→ Brief
In the data below, the answer is the run of lines from the line containing "TH_SPLINE_LOCAL - 1 count." through the line containing "be smooth. */", both included; print it exactly and nothing else.
★ ★ ★ ★ ★
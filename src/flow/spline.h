/* twinhorizon: linear stability of sonic horizon pairs in Bose-Einstein condensates
 * SPDX-License-Identifier: GPL-3.0-or-later
 *
 * Splines of degree 5 with four continuous derivatives, private to src/flow. A spline on the
 * intervals between knot[0] < ... < knot[intervals] has TH_SPLINE_LOCAL - 1 + intervals
 * coefficients of B-splines; on interval i those with indices i .. i + TH_SPLINE_LOCAL - 1 count.
 * Source: "On calculating with B-splines", J. Approx. Theory 6, 50 (1972).
 * Depends on band. Proved by tests/test_smooth.c. */
#ifndef TH_FLOW_SPLINE_H
#define TH_FLOW_SPLINE_H

/* Degree 5: a flow needs n'', and it should be smooth. */
enum { TH_SPLINE_DEGREE = 5, TH_SPLINE_LOCAL = TH_SPLINE_DEGREE + 1 };

static inline int th_spline_size(int intervals)
{
    return intervals + TH_SPLINE_DEGREE;
}

/** Interval that holds x; the nearest one for x outside. */
int th_spline_find(int intervals, const double *knot, double x);

/** The TH_SPLINE_LOCAL B-splines that count on interval i, at x. */
void th_spline_basis(int intervals, const double *knot, int i, double x, double *value);

/** power[q] = f^(q)(x)/q! by the polynomial of interval i; local: the TH_SPLINE_LOCAL coefficients
 * that count there. */
void th_spline_powers(int intervals, const double *knot, const double *local, int i, double x,
                      double *power);

/** Band of the form Int f'''^2 dx in the coefficients. */
void th_spline_roughness(int intervals, const double *knot, double *band);

/** Mean of the knots that bend B-spline j: where it weighs most. */
double th_spline_place(int intervals, const double *knot, int j);

#endif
★ ★ ★ ★ ★
→ Response area
 * coefficients of B-splines; on interval i those with indices i .. i + TH_SPLINE_LOCAL - 1 count.
 * Source: "On calculating with B-splines", J. Approx. Theory 6, 50 (1972).
 * Depends on band. Proved by tests/test_smooth.c. */
#ifndef TH_FLOW_SPLINE_H
#define TH_FLOW_SPLINE_H

/* Degree 5: a flow needs n'', and it should be smooth. */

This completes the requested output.